> **What you should do**: Reproduce word for word, from the entries below, the line with "issues: RuleIssue[];", the line with "const known: Known", and every line between them, and nothing more.

> **Stored items**:
________________

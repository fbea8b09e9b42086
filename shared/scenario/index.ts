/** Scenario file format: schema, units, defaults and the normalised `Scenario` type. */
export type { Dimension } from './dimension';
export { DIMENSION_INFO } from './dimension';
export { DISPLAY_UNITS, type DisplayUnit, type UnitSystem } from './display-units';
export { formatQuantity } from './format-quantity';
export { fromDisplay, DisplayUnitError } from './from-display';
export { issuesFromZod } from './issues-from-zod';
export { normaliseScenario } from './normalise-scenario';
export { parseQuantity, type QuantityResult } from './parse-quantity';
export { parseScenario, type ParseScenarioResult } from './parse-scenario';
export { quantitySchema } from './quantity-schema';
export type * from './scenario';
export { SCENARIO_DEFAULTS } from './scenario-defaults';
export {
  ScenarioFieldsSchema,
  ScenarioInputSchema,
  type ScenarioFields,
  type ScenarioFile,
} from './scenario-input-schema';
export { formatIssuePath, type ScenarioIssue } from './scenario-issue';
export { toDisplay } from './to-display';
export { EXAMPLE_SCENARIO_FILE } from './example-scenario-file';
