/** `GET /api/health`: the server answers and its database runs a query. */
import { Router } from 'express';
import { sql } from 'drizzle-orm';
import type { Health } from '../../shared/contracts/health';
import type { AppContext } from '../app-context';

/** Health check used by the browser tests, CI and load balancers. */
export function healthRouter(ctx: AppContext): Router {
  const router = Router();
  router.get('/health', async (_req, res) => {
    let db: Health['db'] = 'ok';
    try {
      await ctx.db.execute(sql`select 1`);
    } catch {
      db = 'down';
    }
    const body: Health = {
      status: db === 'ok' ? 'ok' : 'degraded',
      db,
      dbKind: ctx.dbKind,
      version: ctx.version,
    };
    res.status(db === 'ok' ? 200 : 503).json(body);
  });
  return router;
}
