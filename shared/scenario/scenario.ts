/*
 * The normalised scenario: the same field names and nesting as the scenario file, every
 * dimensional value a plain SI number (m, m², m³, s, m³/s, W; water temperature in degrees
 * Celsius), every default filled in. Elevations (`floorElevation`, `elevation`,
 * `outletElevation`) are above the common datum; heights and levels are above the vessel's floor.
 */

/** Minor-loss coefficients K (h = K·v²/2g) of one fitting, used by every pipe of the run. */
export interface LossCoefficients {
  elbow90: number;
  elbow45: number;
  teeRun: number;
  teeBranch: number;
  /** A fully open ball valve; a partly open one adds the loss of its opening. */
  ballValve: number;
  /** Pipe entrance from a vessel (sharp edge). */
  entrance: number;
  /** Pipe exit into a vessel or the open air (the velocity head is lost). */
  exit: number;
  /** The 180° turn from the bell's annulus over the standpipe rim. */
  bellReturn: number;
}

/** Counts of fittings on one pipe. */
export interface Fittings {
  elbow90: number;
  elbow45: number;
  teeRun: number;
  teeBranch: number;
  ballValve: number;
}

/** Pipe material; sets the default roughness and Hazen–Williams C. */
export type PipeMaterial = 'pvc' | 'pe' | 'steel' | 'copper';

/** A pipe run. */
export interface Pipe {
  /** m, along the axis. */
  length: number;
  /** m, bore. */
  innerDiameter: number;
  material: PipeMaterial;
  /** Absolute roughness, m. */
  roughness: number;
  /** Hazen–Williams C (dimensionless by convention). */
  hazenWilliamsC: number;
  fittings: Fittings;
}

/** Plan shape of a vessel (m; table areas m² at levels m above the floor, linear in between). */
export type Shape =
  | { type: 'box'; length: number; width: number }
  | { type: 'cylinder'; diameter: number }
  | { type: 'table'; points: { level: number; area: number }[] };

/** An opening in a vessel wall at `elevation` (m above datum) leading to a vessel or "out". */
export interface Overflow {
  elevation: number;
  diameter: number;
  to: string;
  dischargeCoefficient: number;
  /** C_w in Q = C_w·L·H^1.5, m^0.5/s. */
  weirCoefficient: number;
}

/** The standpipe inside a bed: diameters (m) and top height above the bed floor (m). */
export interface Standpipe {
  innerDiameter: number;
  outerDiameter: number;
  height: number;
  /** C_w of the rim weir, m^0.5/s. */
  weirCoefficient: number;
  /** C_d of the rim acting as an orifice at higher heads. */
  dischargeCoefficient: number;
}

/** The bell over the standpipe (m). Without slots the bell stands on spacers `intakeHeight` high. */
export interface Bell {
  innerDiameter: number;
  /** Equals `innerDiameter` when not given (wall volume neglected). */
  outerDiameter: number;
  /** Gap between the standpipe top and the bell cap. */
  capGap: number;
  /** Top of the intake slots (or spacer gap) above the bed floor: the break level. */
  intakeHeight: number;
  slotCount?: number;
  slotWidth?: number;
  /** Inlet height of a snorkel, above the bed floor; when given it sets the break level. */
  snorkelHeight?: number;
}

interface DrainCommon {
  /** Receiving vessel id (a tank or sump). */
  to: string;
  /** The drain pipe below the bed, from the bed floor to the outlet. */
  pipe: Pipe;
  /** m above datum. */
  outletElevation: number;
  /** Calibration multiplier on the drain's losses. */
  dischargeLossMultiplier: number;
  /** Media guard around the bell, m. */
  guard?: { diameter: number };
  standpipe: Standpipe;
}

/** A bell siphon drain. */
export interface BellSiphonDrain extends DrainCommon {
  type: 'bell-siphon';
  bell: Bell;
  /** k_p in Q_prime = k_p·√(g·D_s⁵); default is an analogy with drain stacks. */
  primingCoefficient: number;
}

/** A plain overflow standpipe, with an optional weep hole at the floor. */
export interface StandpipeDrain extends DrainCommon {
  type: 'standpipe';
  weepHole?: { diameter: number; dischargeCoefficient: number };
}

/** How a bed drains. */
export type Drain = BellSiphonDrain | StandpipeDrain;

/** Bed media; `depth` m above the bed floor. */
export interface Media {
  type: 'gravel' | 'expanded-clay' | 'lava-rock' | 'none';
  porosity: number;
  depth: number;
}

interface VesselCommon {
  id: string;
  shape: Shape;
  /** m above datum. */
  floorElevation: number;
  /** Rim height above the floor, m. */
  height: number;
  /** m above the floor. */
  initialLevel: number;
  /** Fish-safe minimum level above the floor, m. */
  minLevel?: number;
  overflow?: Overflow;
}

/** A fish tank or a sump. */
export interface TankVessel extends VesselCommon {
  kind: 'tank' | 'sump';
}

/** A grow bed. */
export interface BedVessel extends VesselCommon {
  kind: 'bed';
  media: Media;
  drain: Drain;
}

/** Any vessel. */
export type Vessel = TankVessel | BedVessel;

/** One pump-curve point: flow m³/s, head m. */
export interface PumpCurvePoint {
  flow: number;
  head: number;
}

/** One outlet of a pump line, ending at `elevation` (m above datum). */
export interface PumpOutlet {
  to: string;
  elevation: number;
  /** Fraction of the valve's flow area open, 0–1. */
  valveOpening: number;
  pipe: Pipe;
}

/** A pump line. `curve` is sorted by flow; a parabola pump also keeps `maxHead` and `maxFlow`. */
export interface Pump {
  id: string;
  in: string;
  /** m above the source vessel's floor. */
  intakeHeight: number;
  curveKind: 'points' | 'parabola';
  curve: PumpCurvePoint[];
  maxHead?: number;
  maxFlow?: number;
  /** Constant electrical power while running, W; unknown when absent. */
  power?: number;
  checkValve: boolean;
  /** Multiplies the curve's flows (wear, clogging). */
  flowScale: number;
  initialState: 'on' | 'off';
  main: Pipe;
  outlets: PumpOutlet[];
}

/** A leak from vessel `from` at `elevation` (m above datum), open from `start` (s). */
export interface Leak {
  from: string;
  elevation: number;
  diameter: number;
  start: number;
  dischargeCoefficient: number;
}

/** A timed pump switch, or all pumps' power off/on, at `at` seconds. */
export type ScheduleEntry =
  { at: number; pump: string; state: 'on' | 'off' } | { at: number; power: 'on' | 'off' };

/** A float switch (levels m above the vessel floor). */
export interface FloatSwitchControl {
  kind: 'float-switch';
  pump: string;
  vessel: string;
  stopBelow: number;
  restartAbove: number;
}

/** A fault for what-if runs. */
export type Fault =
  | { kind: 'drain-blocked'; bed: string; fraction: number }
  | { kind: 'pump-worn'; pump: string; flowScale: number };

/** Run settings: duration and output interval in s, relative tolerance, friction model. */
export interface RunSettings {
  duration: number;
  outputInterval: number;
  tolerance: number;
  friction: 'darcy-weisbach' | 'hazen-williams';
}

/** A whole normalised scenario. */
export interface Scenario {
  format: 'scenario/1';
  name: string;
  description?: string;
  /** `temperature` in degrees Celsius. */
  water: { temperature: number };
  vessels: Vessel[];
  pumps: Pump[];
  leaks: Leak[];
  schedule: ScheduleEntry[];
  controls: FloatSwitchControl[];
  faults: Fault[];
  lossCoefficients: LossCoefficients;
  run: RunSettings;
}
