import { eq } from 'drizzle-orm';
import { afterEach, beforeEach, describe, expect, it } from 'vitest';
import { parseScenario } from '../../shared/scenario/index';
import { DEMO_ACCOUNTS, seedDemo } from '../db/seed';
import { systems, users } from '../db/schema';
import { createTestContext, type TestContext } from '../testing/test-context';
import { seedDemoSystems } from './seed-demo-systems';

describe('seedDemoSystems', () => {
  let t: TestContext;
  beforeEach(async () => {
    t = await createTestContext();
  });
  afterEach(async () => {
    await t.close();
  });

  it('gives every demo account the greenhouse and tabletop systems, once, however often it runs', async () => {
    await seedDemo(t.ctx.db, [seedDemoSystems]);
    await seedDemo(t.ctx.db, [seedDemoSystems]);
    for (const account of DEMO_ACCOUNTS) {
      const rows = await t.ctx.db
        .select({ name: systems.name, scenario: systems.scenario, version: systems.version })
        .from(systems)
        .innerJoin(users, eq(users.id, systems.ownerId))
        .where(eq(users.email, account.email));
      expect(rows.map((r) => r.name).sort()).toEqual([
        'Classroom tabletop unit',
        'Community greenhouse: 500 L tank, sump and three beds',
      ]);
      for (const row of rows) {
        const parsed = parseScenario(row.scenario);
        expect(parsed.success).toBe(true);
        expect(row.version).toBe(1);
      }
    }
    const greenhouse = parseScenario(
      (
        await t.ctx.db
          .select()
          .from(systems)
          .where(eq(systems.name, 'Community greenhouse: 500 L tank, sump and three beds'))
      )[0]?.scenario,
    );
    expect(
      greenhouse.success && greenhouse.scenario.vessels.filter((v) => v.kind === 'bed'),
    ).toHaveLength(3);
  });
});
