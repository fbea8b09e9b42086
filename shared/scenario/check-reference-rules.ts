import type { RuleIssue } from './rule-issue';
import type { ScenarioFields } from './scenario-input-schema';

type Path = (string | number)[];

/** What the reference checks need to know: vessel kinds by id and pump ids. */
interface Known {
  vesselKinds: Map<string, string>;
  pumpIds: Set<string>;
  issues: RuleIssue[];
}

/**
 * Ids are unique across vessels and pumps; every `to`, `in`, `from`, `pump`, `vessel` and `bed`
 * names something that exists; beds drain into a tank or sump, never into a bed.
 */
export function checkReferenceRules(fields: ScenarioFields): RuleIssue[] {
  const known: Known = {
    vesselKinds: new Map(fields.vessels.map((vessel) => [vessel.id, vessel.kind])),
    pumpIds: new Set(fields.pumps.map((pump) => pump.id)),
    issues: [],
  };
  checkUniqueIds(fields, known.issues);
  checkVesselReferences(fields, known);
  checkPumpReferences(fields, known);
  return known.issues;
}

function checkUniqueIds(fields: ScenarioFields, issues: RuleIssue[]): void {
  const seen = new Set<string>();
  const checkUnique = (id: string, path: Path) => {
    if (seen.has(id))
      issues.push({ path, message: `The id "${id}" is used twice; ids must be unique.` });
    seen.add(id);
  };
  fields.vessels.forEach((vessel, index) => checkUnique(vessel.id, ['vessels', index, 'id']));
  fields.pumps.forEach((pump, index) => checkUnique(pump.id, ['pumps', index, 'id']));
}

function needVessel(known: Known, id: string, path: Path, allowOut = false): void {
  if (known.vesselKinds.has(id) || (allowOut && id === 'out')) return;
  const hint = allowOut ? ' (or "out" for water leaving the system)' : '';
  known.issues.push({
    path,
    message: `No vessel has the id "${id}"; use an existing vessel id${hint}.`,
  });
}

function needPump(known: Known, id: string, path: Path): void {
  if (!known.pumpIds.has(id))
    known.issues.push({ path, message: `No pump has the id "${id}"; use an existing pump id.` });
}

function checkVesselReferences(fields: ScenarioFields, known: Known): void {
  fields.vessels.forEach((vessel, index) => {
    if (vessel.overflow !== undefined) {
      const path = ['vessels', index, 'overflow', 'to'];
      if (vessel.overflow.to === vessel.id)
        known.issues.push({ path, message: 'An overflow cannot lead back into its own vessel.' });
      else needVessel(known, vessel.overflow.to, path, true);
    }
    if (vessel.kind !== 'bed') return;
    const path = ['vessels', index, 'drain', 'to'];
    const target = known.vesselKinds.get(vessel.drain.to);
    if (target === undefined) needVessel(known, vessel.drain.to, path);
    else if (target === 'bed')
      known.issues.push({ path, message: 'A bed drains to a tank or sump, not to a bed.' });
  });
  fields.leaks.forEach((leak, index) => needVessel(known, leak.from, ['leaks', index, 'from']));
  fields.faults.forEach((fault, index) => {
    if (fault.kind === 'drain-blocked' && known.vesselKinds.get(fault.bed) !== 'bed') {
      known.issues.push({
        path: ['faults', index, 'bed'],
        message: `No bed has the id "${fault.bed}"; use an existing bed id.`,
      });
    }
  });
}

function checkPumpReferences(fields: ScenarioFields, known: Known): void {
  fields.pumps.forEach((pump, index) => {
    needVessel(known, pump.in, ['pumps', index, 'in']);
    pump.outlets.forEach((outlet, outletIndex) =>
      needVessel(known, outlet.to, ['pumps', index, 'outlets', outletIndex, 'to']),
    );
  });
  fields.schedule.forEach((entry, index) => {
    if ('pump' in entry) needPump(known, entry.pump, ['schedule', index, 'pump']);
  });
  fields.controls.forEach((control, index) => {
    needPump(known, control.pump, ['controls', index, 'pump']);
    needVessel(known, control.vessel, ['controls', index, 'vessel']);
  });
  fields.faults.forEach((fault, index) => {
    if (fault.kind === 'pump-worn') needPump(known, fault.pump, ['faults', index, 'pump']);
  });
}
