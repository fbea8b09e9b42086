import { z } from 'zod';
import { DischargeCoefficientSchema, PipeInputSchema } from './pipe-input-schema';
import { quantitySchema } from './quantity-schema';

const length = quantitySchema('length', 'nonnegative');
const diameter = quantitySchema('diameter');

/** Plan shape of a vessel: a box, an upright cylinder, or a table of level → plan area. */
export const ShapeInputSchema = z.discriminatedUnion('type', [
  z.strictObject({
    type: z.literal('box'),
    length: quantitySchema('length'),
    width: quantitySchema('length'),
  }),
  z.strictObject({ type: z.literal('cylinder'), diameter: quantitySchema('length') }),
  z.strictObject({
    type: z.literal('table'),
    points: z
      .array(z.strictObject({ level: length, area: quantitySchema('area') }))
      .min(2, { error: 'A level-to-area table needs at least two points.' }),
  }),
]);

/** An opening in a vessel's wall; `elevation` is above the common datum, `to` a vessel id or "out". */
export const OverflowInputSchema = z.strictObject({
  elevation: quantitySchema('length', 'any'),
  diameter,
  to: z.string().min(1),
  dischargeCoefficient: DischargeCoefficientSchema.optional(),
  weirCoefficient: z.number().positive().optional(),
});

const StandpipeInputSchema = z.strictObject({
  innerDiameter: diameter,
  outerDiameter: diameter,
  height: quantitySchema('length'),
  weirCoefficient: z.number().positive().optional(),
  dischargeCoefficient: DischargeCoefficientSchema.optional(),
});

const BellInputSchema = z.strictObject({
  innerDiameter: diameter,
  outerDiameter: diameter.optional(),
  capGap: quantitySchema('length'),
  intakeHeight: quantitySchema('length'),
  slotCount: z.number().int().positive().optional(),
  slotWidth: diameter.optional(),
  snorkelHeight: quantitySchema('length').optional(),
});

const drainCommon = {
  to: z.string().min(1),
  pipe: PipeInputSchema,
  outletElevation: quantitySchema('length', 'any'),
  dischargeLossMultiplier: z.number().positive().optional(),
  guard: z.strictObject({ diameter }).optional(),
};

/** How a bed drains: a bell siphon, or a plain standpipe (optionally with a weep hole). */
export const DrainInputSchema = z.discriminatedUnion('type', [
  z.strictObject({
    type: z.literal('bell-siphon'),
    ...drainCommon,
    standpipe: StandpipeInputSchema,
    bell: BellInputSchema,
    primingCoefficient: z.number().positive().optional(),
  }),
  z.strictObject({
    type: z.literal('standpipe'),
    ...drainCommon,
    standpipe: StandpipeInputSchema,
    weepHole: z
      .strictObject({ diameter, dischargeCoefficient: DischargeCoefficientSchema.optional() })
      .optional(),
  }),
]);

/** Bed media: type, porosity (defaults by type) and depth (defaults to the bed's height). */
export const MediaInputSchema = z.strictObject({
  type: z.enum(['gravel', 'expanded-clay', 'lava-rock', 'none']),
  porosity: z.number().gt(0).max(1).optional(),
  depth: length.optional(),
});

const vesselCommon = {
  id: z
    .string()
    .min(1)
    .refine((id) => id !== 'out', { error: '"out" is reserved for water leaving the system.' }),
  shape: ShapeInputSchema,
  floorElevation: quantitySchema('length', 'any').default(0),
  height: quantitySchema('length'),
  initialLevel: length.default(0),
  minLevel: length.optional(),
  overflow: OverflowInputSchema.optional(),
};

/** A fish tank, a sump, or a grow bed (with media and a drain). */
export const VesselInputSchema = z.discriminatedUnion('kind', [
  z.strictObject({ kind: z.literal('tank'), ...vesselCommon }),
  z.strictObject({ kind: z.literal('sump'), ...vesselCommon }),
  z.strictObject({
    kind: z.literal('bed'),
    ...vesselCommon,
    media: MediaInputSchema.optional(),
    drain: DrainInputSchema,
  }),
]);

________________

> **Answer section**:
  issues: RuleIssue[];
}

/**
 * Ids are unique across vessels and pumps; every `to`, `in`, `from`, `pump`, `vessel` and `bed`
 * names something that exists; beds drain into a tank or sump, never into a bed.
 */
export function checkReferenceRules(fields: ScenarioFields): RuleIssue[] {
  const known: Known = {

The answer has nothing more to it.